RECORD SET Block Start
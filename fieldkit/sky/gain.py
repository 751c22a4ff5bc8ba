"""Antenna gain against elevation for the reach estimate, from the fieldkit antenna engine.

The gain at an elevation is averaged in power over azimuth (the stations being reached lie in all
directions), once per channel: it does not depend on the hour.
"""

from __future__ import annotations

import copy
import functools
import json
import zlib
from dataclasses import dataclass
from typing import Protocol

import numpy as np

from fieldkit.constants import SPEED_OF_LIGHT_M_S
from fieldkit.errors import InputError, join

DEFAULT_HEIGHT_WAVELENGTHS = 0.15  # default NVIS dipole height, 0.15 lambda (issue 4)
# Cut length of a wire half-wave dipole, 468/f(MHz) ft = 142.6/f m (common practice, handbook rule)
DEFAULT_LENGTH_M_MHZ = 468.0 * 0.3048
DEFAULT_WIRE_DIAMETER_MM = 2.0  # about AWG 12 (ASTM B258: 2.053 mm)
DEFAULT_GROUND = "average"  # issue 4: default antenna over average ground
ELEVATIONS_DEG = tuple(float(e) for e in range(10, 91, 2))
AZIMUTHS_SYMMETRIC_DEG = tuple(float(a) for a in range(0, 91, 15))  # centred dipole along x
AZIMUTHS_FULL_DEG = tuple(float(a) for a in range(0, 360, 15))
FREQUENCY_KEYS = ("frequency_mhz", "frequencies_mhz", "pattern", "near_field")


@dataclass(frozen=True)
class ElevationGain:
    """Azimuth-averaged gain of one antenna at one frequency.

    Attributes
    ----------
    frequency_mhz : float
    elevation_deg : ndarray
        Ascending elevation angles [deg].
    gain_dbi : ndarray
        Power-average over azimuth of the total gain [dBi] (ground and conductor loss included).
    zenith_gain_dbi, swr, radiation_efficiency : float
        From the engine's solution.
    """

    frequency_mhz: float
    elevation_deg: np.ndarray
    gain_dbi: np.ndarray
    zenith_gain_dbi: float
    swr: float
    radiation_efficiency: float

    def at(self, elevation_deg):
        """Gain [dBi] at elevations [deg], linear interpolation; below the grid the lowest value."""
        return np.interp(elevation_deg, self.elevation_deg, self.gain_dbi)


def default_dipole_spec(*, frequency_mhz: float, ground) -> dict:
    """Model spec of the default antenna: a centre-fed wire half-wave dipole 0.15 lambda high."""
    wavelength_m = SPEED_OF_LIGHT_M_S / (frequency_mhz * 1e6)
    half = DEFAULT_LENGTH_M_MHZ / frequency_mhz / 2.0
    height = DEFAULT_HEIGHT_WAVELENGTHS * wavelength_m
    return {
        "ground": ground if ground is not None else DEFAULT_GROUND,
        "wires": [
            {
                "points_m": [[-half, 0.0, height], [half, 0.0, height]],
                "diameter_mm": DEFAULT_WIRE_DIAMETER_MM,
                "conductor": "copper",
            }
        ],
        "feed": {"wire": 0, "distance_m": half},
    }


def _model_json():
    from fieldkit.antenna import model_json

    return model_json


def _azimuth_weights(azimuths) -> np.ndarray:
    """Weights of an azimuth average: uniform round a full circle, trapezoidal over a quadrant."""
    if azimuths == AZIMUTHS_SYMMETRIC_DEG:  # 0..90 deg stands for the whole circle by symmetry
        w = np.ones(len(azimuths))
        w[0] = w[-1] = 0.5
    else:
        w = np.ones(len(azimuths))
    return w / w.sum()


def _reduce(result: dict, azimuths, frequency_mhz: float) -> ElevationGain:
    gains = np.asarray(result["gain_dbi"], dtype=float)  # [n_azimuth, n_elevation]
    if gains.shape != (len(azimuths), len(ELEVATIONS_DEG)):
        raise RuntimeError(f"engine returned gain_dbi of shape {gains.shape}")
    mean = 10.0 * np.log10(_azimuth_weights(azimuths) @ (10.0 ** (gains / 10.0)))
    elev = np.array(ELEVATIONS_DEG)
    elev.setflags(write=False)
    mean.setflags(write=False)
    return ElevationGain(
        frequency_mhz=frequency_mhz,
        elevation_deg=elev,
        gain_dbi=mean,
        zenith_gain_dbi=float(result["zenith_gain_dbi"]),
        swr=float(result["swr"]),
        radiation_efficiency=float(result["radiation_efficiency"]),
    )


def elevation_gain_of(solution, *, frequency_mhz: float | None = None) -> ElevationGain:
    """Azimuth-averaged gain against elevation of an antenna the caller has already solved.

    Parameters
    ----------
    solution : fieldkit.antenna.Solution
        The engine's solution of the antenna at the channel (a plan option's hung wire, say).
    frequency_mhz : float, optional
        The channel [MHz]; default the solution's frequency.
    """
    f = solution.frequency_hz / 1e6 if frequency_mhz is None else float(frequency_mhz)
    gains = np.asarray(
        solution.gain_dbi(list(ELEVATIONS_DEG), list(AZIMUTHS_FULL_DEG)), dtype=float
    )
    result = {
        "gain_dbi": gains,
        "zenith_gain_dbi": float(solution.zenith_gain_dbi),
        "swr": float(solution.swr),
        "radiation_efficiency": float(solution.radiation_efficiency),
    }
    return _reduce(result, AZIMUTHS_FULL_DEG, f)


def _solve(spec: dict, frequencies_mhz: tuple[float, ...], azimuths, field: str) -> list[dict]:
    spec = copy.deepcopy(spec)
    for key in FREQUENCY_KEYS:
        spec.pop(key, None)
    spec["frequencies_mhz"] = list(frequencies_mhz)
    spec["pattern"] = {"elevation_deg": list(ELEVATIONS_DEG), "azimuth_deg": list(azimuths)}
    try:
        out = _model_json()(spec)
    except InputError as exc:
        raise InputError(
            join(field, exc.field) if exc.field else field, exc.detail, value=exc.value
        ) from None
    return out["results"]


class GainStore(Protocol):
    """Where default-dipole gains may be kept across processes (:class:`fieldkit.disk_cache.ArrayDir`)."""

    def load(self, key: str) -> np.ndarray | None: ...

    def save(self, key: str, array: np.ndarray) -> None: ...


_store: GainStore | None = None


def keep_default_gains_in(store: GainStore | None) -> None:
    """Keep the default dipole's gains across processes in ``store`` (the CLI and the plan workers
    set one in the cache directory, named by the engine's source: a changed engine starts afresh).
    A stored gain is the engine's own result; the sky layer does no file I/O itself."""
    global _store
    _store = store


def _stored_gain(key: str, frequency_mhz: float) -> ElevationGain | None:
    row = _store.load(key) if _store is not None else None
    n = len(ELEVATIONS_DEG)
    if row is None or row.dtype != np.float64 or row.shape != (n + 3,) or np.isnan(row).any():
        return None
    elev, gain = np.array(ELEVATIONS_DEG), np.array(row[:n])
    elev.setflags(write=False)
    gain.setflags(write=False)
    zenith, swr, efficiency = (float(x) for x in row[n:])
    return ElevationGain(frequency_mhz, elev, gain, zenith, swr, efficiency)


@functools.lru_cache(maxsize=128)
def _default_gain(frequency_mhz: float, ground_json: str) -> ElevationGain:
    text = f"{frequency_mhz!r} {ground_json}"
    key = f"{text[:80]}-{zlib.crc32(text.encode()):08x}"  # the store keeps file-safe characters
    got = _stored_gain(key, frequency_mhz)
    if got is not None:
        return got
    spec = default_dipole_spec(frequency_mhz=frequency_mhz, ground=json.loads(ground_json))
    (result,) = _solve(spec, (frequency_mhz,), AZIMUTHS_SYMMETRIC_DEG, "site")
    got = _reduce(result, AZIMUTHS_SYMMETRIC_DEG, frequency_mhz)
    if _store is not None:
        scalars = [got.zenith_gain_dbi, got.swr, got.radiation_efficiency]
        _store.save(key, np.concatenate([got.gain_dbi, scalars]))
    return got


@functools.lru_cache(maxsize=32)
def _given_gains(spec_json: str, frequencies_mhz: tuple[float, ...]) -> tuple[ElevationGain, ...]:
    results = _solve(json.loads(spec_json), frequencies_mhz, AZIMUTHS_FULL_DEG, "antenna")
    return tuple(
        _reduce(r, AZIMUTHS_FULL_DEG, f) for r, f in zip(results, frequencies_mhz, strict=True)
    )


def elevation_gains(*, frequencies_mhz, antenna: dict | None, ground) -> list[ElevationGain]:
    """Azimuth-averaged gain against elevation per channel, one engine solve per channel.

    Parameters
    ----------
    frequencies_mhz : sequence of float
        Channels [MHz].
    antenna : dict or None
        A `fieldkit model` spec (its frequency, pattern and near-field fields are replaced by the
        channels); None for the default half-wave dipole 0.15 lambda high, cut for each channel.
    ground : str or dict or None
        Ground of the default dipole (preset name or constants); None for average ground.

    Returns
    -------
    list of ElevationGain
        Results are cached in the process by antenna, ground and frequency.
    """
    freqs = tuple(float(f) for f in frequencies_mhz)
    if antenna is not None:
        return list(_given_gains(json.dumps(antenna, sort_keys=True), freqs))
    ground_json = json.dumps(ground if ground is not None else DEFAULT_GROUND, sort_keys=True)
    return [_default_gain(f, ground_json) for f in freqs]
RECORD SET Block End
- **WHAT IS NEEDED**:
The lines to copy run from the first line of the entries to the line containing "ELEVATIONS_DEG = tuple(float(e)"; copy them exactly and output nothing else.

- **ANSWER BELOW**:
filename fieldkit/sky/gain.py
repository 751c22a4ff5bc8ba
"""Antenna gain against elevation for the reach estimate, from the fieldkit antenna engine.

The gain at an elevation is averaged in power over azimuth (the stations being reached lie in all
directions), once per channel: it does not depend on the hour.
"""

from __future__ import annotations

import copy
import functools
import json
import zlib
from dataclasses import dataclass
from typing import Protocol

import numpy as np

from fieldkit.constants import SPEED_OF_LIGHT_M_S
from fieldkit.errors import InputError, join

DEFAULT_HEIGHT_WAVELENGTHS = 0.15  # default NVIS dipole height, 0.15 lambda (issue 4)
# Cut length of a wire half-wave dipole, 468/f(MHz) ft = 142.6/f m (common practice, handbook rule)
DEFAULT_LENGTH_M_MHZ = 468.0 * 0.3048
DEFAULT_WIRE_DIAMETER_MM = 2.0  # about AWG 12 (ASTM B258: 2.053 mm)
DEFAULT_GROUND = "average"  # issue 4: default antenna over average ground
ELEVATIONS_DEG = tuple(float(e) for e in range(10, 91, 2))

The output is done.